CALLER:  Now I'm being facetious. (giggling)

RUSH:  No, you're not, don't back out.  There's no wrong answer, how have I offended you? 

CALLER:  No, you haven't.  You haven't at all. 

RUSH:  You just said you're feeling offended.

CALLER:  No, I was joking.  It was a joke.

RUSH:  Noooo, you're not. 

CALLER: (giggling)

RUSH: Don't slither out of this.  We're not married.  You can tell me exactly what you think.

CALLER: (giggling) (pause) Well --

RUSH:  A little joke! Can everybody lighten up? Can we just lighten up? Everybody's wound so tight. 

CALLER:  Yes, absolutely.

RUSH: Snerdley is in there thinking I'm going to get Trump'd over that, too. No, look, the last thing in the world I want is to offend you. I know what it is.  You're feeling quasi-offended because of the way I explained my surprise at your treatment of this story that you read it. You're offended because you think I insulted you by saying you even took this seriously.

CALLER:  No, not at all.

RUSH:  Okay.  Okay.  Good.  Then you're offended because I laughed when you didn't think I should have laughed? 

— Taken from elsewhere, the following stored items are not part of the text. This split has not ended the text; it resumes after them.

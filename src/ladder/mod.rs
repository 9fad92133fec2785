//! The distance methods, one module each, all with the same face.
//!
//! Given a target, a site, an exposure model and a date range, a method
//! proposes epochs; given epochs it predicts the distance precision they buy;
//! given a goal it says what it takes or why it cannot. The budget and the
//! scheduler use only this face ([`Method`]), so a fourth method is a new file
//! plus one line in [`methods`].

pub mod chain;
pub mod field;
pub mod parallax;
pub mod pulsator;
pub mod transient;

use crate::astro::frames::{CatalogPlace, Context, Observed};
use crate::astro::night::Limits;
use crate::astro::site::Site;
use crate::astro::time::Instant;
use crate::error::Result;
use crate::io::targets::{Kind, Target};
use chrono::NaiveDate;
use serde::Serialize;
use std::collections::BTreeMap;
use std::path::PathBuf;
use std::sync::Arc;

/// What the photometry model offers the methods: signal-to-noise and exposure
/// time for a star at a place and instant (sky brightness, airmass and the Moon
/// taken from the context). Implemented by `crate::photometry`.
pub trait ExposureModel: Sync {
    /// Signal-to-noise reached on a point source of magnitude `mag` in `band`
    /// with a total exposure of `exptime_s` seconds.
    fn snr(
        &self,
        mag: f64,
        band: &str,
        exptime_s: f64,
        ctx: &Context,
        place: &CatalogPlace,
    ) -> Result<f64>;
    /// Total exposure time (s) and number of sub-exposures (split to avoid
    /// saturation) that reach `snr`.
    fn exptime(
        &self,
        mag: f64,
        band: &str,
        snr: f64,
        ctx: &Context,
        place: &CatalogPlace,
    ) -> Result<(f64, u32)>;
    /// Overhead per visit (slew, acquisition), seconds.
    fn visit_overhead_s(&self) -> f64;
    /// Overhead per sub-exposure (readout), seconds.
    fn readout_s(&self) -> f64;
    /// Typical seeing FWHM, arcseconds.
    fn seeing_fwhm_arcsec(&self) -> f64;
    /// Clear aperture of the telescope, metres, when the model knows it (the
    /// parallax method scales atmospheric image motion with it). The default
    /// knows none.
    fn aperture_m(&self) -> Option<f64> {
        None
    }
    /// Effective wavelength and width (FWHM) of a band, Å: the model's own
    /// band table. The default reads the built-in table (`config/bands.toml`).
    fn passband_angstrom(&self, band: &str) -> Option<(f64, f64)> {
        let set = crate::sky::bands::BandSet::builtin().ok()?;
        let b = set.get(band).ok()?;
        Some((b.lambda_eff_angstrom, b.bandwidth_angstrom))
    }

    /// The camera's field of view, arcmin: [width along right ascension,
    /// height along declination]; `None` when the model does not know it
    /// (a field then cannot tell which stars one pointing serves).
    fn fov_arcmin(&self) -> Option<[f64; 2]> {
        None
    }
    /// Outer radius of the photometry's sky annulus, arcsec: a star of a
    /// field is measured in a pointing only this far inside the field's
    /// edges. The default: 5 seeing FWHM.
    fn annulus_outer_arcsec(&self) -> f64 {
        5.0 * self.seeing_fwhm_arcsec()
    }
    /// Sub-exposures a star of magnitude `mag` needs in a total `exptime_s`
    /// to stay within the detector's linear range (a field visit is split for
    /// its brightest star). The default: one.
    fn frames_for(
        &self,
        mag: f64,
        band: &str,
        exptime_s: f64,
        ctx: &Context,
        place: &CatalogPlace,
    ) -> Result<u32> {
        let _ = (mag, band, exptime_s, ctx, place);
        Ok(1)
    }
    /// [`Self::snr`] of each star of `mags` at each exposure of
    /// `exptimes`, all at one instant: `out[k][m]` the SNR of `mags[m]` in
    /// `exptimes[k]`, asked in that order (exposure by exposure, star by
    /// star), the first refusal returned. The same numbers as asking one by
    /// one, which the default does; a model may share the work that does
    /// not depend on the exposure (the sky, the star's rates).
    fn snr_table(
        &self,
        mags: &[f64],
        band: &str,
        exptimes: &[f64],
        ctx: &Context,
        place: &CatalogPlace,
    ) -> Result<Vec<Vec<f64>>> {
        exptimes
            .iter()
            .map(|t| {
                mags.iter()
                    .map(|m| self.snr(*m, band, *t, ctx, place))
                    .collect()
            })
            .collect()
    }
    /// [`Self::snr_table`] with `seen`, the target's observed place through
    /// `ctx` (`ctx.observe(place)`), already known to the caller: the same
    /// answers. The default asks [`Self::snr_table`].
    fn snr_table_seen(
        &self,
        mags: &[f64],
        band: &str,
        exptimes: &[f64],
        ctx: &Context,
        place: &CatalogPlace,
        seen: &Observed,
    ) -> Result<Vec<Vec<f64>>> {
        let _ = seen;
        self.snr_table(mags, band, exptimes, ctx, place)
    }
    /// Signal-to-noise on a star of magnitude `mag` in a total `exptime_s`
    /// split into `n_frames` sub-exposures chosen for another star (each frame
    /// adds read noise). The default ignores the split: [`Self::snr`].
    fn snr_in_frames(
        &self,
        mag: f64,
        band: &str,
        exptime_s: f64,
        n_frames: u32,
        ctx: &Context,
        place: &CatalogPlace,
    ) -> Result<f64> {
        let _ = n_frames;
        self.snr(mag, band, exptime_s, ctx, place)
    }
    /// Exposure of a long-slit spectrum of a point source of magnitude `mag`
    /// in `band` reaching `snr` per resolution element at
    /// `wavelength_angstrom` (a transient's classification spectrum). The
    /// default refuses: an exposure model without a spectrograph.
    fn spectrum_exptime(
        &self,
        mag: f64,
        band: &str,
        snr: f64,
        wavelength_angstrom: f64,
        ctx: &Context,
        place: &CatalogPlace,
    ) -> Result<SpectrumExposure> {
        let _ = (mag, band, snr, wavelength_angstrom, ctx, place);
        Err(crate::error::RungError::invalid(
            "spectrograph",
            "this exposure model has no spectrograph",
        ))
    }
    /// Time to change filters between the bands of one visit, seconds, when
    /// the instrument profile gives it (a method falls back on its own
    /// configuration otherwise). The default gives none.
    fn filter_change_s(&self) -> Option<f64> {
        None
    }
}

/// The exposure of a spectrum in a visit (a transient's classification).
#[derive(Debug, Clone, PartialEq, Serialize)]
pub struct SpectrumExposure {
    /// Spectrograph name.
    pub spectrograph: String,
    /// Total exposure, seconds.
    pub exptime_s: f64,
    /// Number of sub-exposures.
    pub n_exposures: u32,
    /// Signal-to-noise per resolution element.
    pub snr_per_resolution_element: f64,
    /// Resolving power λ/Δλ.
    pub resolution: f64,
    /// Width of a resolution element at the wavelength asked, Å.
    pub resolution_element_angstrom: f64,
    /// Fraction of the light through the slit and the extraction.
    pub slit_transmission: f64,
    /// The spectrograph's part of the visit (acquisition on the slit,
    /// exposures, readouts), seconds.
    pub visit_s: f64,
}

/// Where and when a method may observe a target.
#[derive(Debug, Clone)]
pub struct Setting<'a> {
    /// The site.
    pub site: &'a Site,
    /// The target.
    pub target: &'a Target,
    /// First night (local date) of the range.
    pub from: NaiveDate,
    /// Last night (local date) of the range, inclusive.
    pub to: NaiveDate,
    /// Altitude and Sun limits for observing windows.
    pub limits: Limits,
}

/// The exposure in one band within a visit.
#[derive(Debug, Clone, PartialEq, Serialize, serde::Deserialize)]
pub struct BandExposure {
    /// Photometric band (a name from the band catalogue, e.g. "V").
    pub band: String,
    /// Total exposure in this band, seconds.
    pub exptime_s: f64,
    /// Number of sub-exposures (frames) in this band.
    pub n_exposures: u32,
    /// Expected signal-to-noise in this band.
    pub snr: f64,
}

/// One planned or actual observation of a target.
///
/// A visit may expose in several bands (a colour for a supernova, V and I for
/// a reddening-free index): `exposures` lists them in the order taken, the
/// first being the method's primary band; `exptime_s` and `n_exposures` are
/// their totals and `snr` is the primary band's. `visit_s` includes every
/// overhead (acquisition, readouts, filter changes).
#[derive(Debug, Clone, PartialEq, Serialize)]
pub struct Epoch {
    /// Mid-exposure instant.
    pub time: Instant,
    /// Total exposure, seconds.
    pub exptime_s: f64,
    /// Number of sub-exposures.
    pub n_exposures: u32,
    /// Expected signal-to-noise.
    pub snr: f64,
    /// Airmass at mid-exposure.
    pub airmass: f64,
    /// Time the visit takes with overheads, seconds.
    pub visit_s: f64,
    /// The exposure in each band, primary band first.
    pub exposures: Vec<BandExposure>,
}

impl BandExposure {
    /// The one band of a single-band visit.
    pub fn single(band: &str, exptime_s: f64, n_exposures: u32, snr: f64) -> Vec<BandExposure> {
        vec![BandExposure {
            band: band.to_string(),
            exptime_s,
            n_exposures,
            snr,
        }]
    }
}

/// How a distance goal stands for a target.
///
/// Worded here once: [`Verdict::label`] (the machine label), [`Verdict::text`]
/// (the words every table, view and export shows) and [`Verdict::short`] (a
/// narrow column). In JSON a verdict is an object with its variant under
/// `verdict` and its fields, plus `label` and `text`.
#[derive(Debug, Clone, PartialEq)]
pub enum Verdict {
    /// The goal is reached with the epochs given.
    Reachable,
    /// The method cannot do better than `floor_pct` whatever the time spent.
    LimitedByFloor {
        /// Best achievable σ_d/d, percent.
        floor_pct: f64,
    },
    /// The target is not observable enough in the range.
    NotObservable {
        /// When it would be (text), if known.
        when: Option<String>,
    },
    /// More seasons (a longer baseline or more nights) are needed.
    NeedsMoreSeasons {
        /// How many seasons would do, if known.
        seasons: Option<u32>,
    },
    /// The period and epoch are too old for the phases the visits must hit
    /// (a pulsator's phase uncertainty past `stale_phase`): whatever the
    /// visits give, the distance waits for a refreshed ephemeris (observed
    /// maxima refitted, `rung phase --maxima`).
    StaleEphemeris {
        /// The phase uncertainty at the visits, cycles.
        phase_sigma: f64,
    },
}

CALLER:  No.  I -- I -- (giggles)

RUSH:  We're getting warmer.  (laughing)

CALLER: (giggles) No. 

RUSH:  We're getting warmer. 

CALLER:  No, I'm just... I guess I'm in awe that I'm talking to you, to the Rush right now.  That's all.

RUSH:  Well, let me send you away with this.  Rose, don't ever doubt your instincts.  Your instincts when you read that Politico story were probably right.  You thought this is a joke.  What would the point...? You see a story that, especially with this kind of timing that gay relationships are superior.  Isn't it enough that we now have transformed sufficiently that there's gay marriage?  Why do they have to say, "Gay is superior, gay is superior there, gay is superior child rearing.  Gay relationships are superior." What's the point of all that? 

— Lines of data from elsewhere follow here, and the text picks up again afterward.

//! Trigonometric parallax: parallax factors, the parallactic ellipse, the best
//! nights for epochs, and the precision a schedule buys once position, proper
//! motion and parallax are fitted together.
//!
//! Models (SCIENCE.md, Parallax):
//! - Parallax factors from the Earth's barycentric position (X, Y, Z) in au,
//!   equatorial (BCRS) axes, from SOFA `epv00` at TT:
//!   Pα = X sin α − Y cos α, Pδ = X cos α sin δ + Y sin α sin δ − Z cos δ, so
//!   that the parallactic displacement is Δα cos δ = ϖ Pα, Δδ = ϖ Pδ
//!   (Green, Spherical Astronomy, ch. on parallax; quoted from memory). This is
//!   the first-order term of SOFA `pmpx`'s parallax correction.
//! - The parallactic ellipse has semi-axes ϖ (parallel to the ecliptic) and
//!   ϖ |sin β|, β the ecliptic latitude (Green, from memory).
//! - Per-epoch error: centroid error FWHM / (2.35 SNR), a floor and a
//!   differential-chromatic-refraction term k tan z, added in quadrature.
//! - Weighted least squares for (x0, y0, μx, μy, ϖ); σ_d/d ≈ σ_ϖ/ϖ, and beyond
//!   ~10 % the inverse parallax is a biased distance (Lutz & Kelker 1973).
//!
//! Planning: [`ParallaxMethod::series`] walks the range night by night
//! ([`Night`] and the target's windows above the airmass limit with the Sun
//! below the setting's limit), keeps the instant nearest the meridian within
//! the hour-angle limit, and marks as candidates the nights whose chosen
//! factor is within `factor_fraction` of its yearly extreme. Seasons are runs
//! of candidate nights; [`ParallaxMethod::plan`] takes `epochs_per_season`
//! of each, [`ParallaxMethod::goal_plan`] searches seasons × epochs × SNR for
//! the fewest telescope hours that reach a goal, and when the range falls
//! short continues its nights year by year to a horizon to say how many
//! seasons would do, or what the floor is ([`Reach`]). Moonlight enters through the
//! exposure model (sky brightness), not as a separate Moon-distance cut.

pub mod astrometry;

use crate::astro::airmass::{altitude_for_airmass_deg, kasten_young};
use crate::astro::frames::{CatalogPlace, Context, Observed};
use crate::astro::night::{Limits, Night, TargetNight};
use crate::astro::time::Instant;
use crate::astro::visibility::Track;
use crate::config::{self, Layer};
use crate::error::{Result, RungError};
use crate::io::targets::{Kind, Target};
use crate::ladder::{Epoch, ExposureModel, Method, Prediction, Setting, Verdict};
use chrono::NaiveDate;
use serde::{Deserialize, Serialize};
use std::collections::HashMap;
use std::path::Path;

/// The built-in defaults, `config/parallax.toml`.
pub const DEFAULT_CONFIG: &str = config::PARALLAX.builtin;

/// Milliarcseconds per radian.
pub const MAS_PER_RAD: f64 = 180.0 / std::f64::consts::PI * 3_600_000.0;

/// Longest date range the factor series accepts, nights (about 12 years).
pub const MAX_RANGE_NIGHTS: i64 = 4400;

/// When the range falls short of a goal, its candidate nights are continued
/// year by year to this many years from the range start (a long parallax
/// programme; about the longest range a series accepts, [`MAX_RANGE_NIGHTS`])
/// to count the seasons that would reach it, or to give the floor.
pub const HORIZON_YEARS: f64 = 12.0;

/// Nights in the year that is repeated beyond the range.
const YEAR_NIGHTS: usize = 365;

/// Sampling step inside an observing window when looking for the best time, seconds.
pub const WINDOW_STEP_S: f64 = 300.0;

/// Which parallax factor a plan maximises.
#[derive(Debug, Clone, Copy, PartialEq, Eq, Serialize, Deserialize)]
#[serde(rename_all = "lowercase")]
pub enum FactorAxis {
    /// |Pα|.
    Ra,
    /// |Pδ|.
    Dec,
    /// sqrt(Pα² + Pδ²).
    Combined,
}

impl FactorAxis {
    /// Parse "ra", "dec" or "combined".
    pub fn parse(s: &str) -> Result<Self> {
        match s.trim().to_ascii_lowercase().as_str() {
            "ra" => Ok(FactorAxis::Ra),
            "dec" => Ok(FactorAxis::Dec),
            "combined" | "both" => Ok(FactorAxis::Combined),
            _ => Err(RungError::parse(
                "parallax factor axis",
                s,
                "use ra, dec or combined",
            )),
        }
    }

    /// The lower-case name.
    pub fn as_str(&self) -> &'static str {
        match self {
            FactorAxis::Ra => "ra",
            FactorAxis::Dec => "dec",
            FactorAxis::Combined => "combined",
        }
    }

    /// The size of the factor pair on this axis (≥ 0, au).
    pub fn value(&self, pf_ra: f64, pf_dec: f64) -> f64 {
        match self {
            FactorAxis::Ra => pf_ra.abs(),
            FactorAxis::Dec => pf_dec.abs(),
            FactorAxis::Combined => pf_ra.hypot(pf_dec),
        }
    }
}

/// Modelling choices of the parallax method (`config/parallax.toml`).
#[derive(Debug, Clone, PartialEq, Serialize, Deserialize)]
#[serde(deny_unknown_fields)]
pub struct ParallaxConfig {
    /// Per-epoch astrometric floor, mas.
    pub floor_mas: f64,
    /// Differential chromatic refraction, mas per unit tan z.
    pub dcr_mas_per_tanz: f64,
    /// Hour-angle limit for epochs, hours.
    pub ha_limit_h: f64,
    /// Airmass limit for epochs.
    pub max_airmass: f64,
    /// A candidate night has |factor| ≥ this fraction of the yearly extreme.
    pub factor_fraction: f64,
    /// Which factor is maximised.
    pub factor_axis: FactorAxis,
    /// Signal-to-noise aimed at per proposed epoch.
    pub snr: f64,
    /// Epochs proposed per season.
    pub epochs_per_season: u32,
    /// Most epochs per season the goal search uses.
    pub max_epochs_per_season: u32,
    /// Candidate nights closer than this (days) are one season.
    pub season_gap_d: f64,
    /// σ_ϖ/ϖ (percent) above which the Lutz–Kelker warning is given.
    pub lutz_kelker_pct: f64,
    /// SNR levels tried by the goal search, ascending.
    pub goal_snr_steps: Vec<f64>,
}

CALLER: You've also got to consider this is a very small percentage of the population and I'm just very surprised at how much credence they're given and how much power they have in media, in all facets of media.  It's just amazing.

RUSH:  That's not really, if you think about who works in these businesses. 

CALLER:  Well, true.  It is made up by leftists, I understand.

RUSH:  The gay population in the country may be 1.82% percent but the gay population of Hollywood? I don't know what it is, but it's much higher than 2%.

CALLER:  Probably.

RUSH:  There's no question.  Same thing in media.

CALER: Right.

RUSH: I don't mean reporters and people on TV that you see. I'm thinking assignment editors, editors, producers, people that you never ever see that tell the brain-dead reporters every day what stories they're going to go cover.  The assignment people and all that.  I guarantee you the gay population in those various businesses is far greater than what it is just nationally.  I only mention it Rose because that's where you will find the answer to your question as to how it appears to be much larger than it is.  Anyway, I'm glad you called, and I very, very much appreciate your compliments and nice words, and I wish you all the best.  I'm actually flattered that you care enough about all this to dig deep for your own edification and understanding.  Good for you.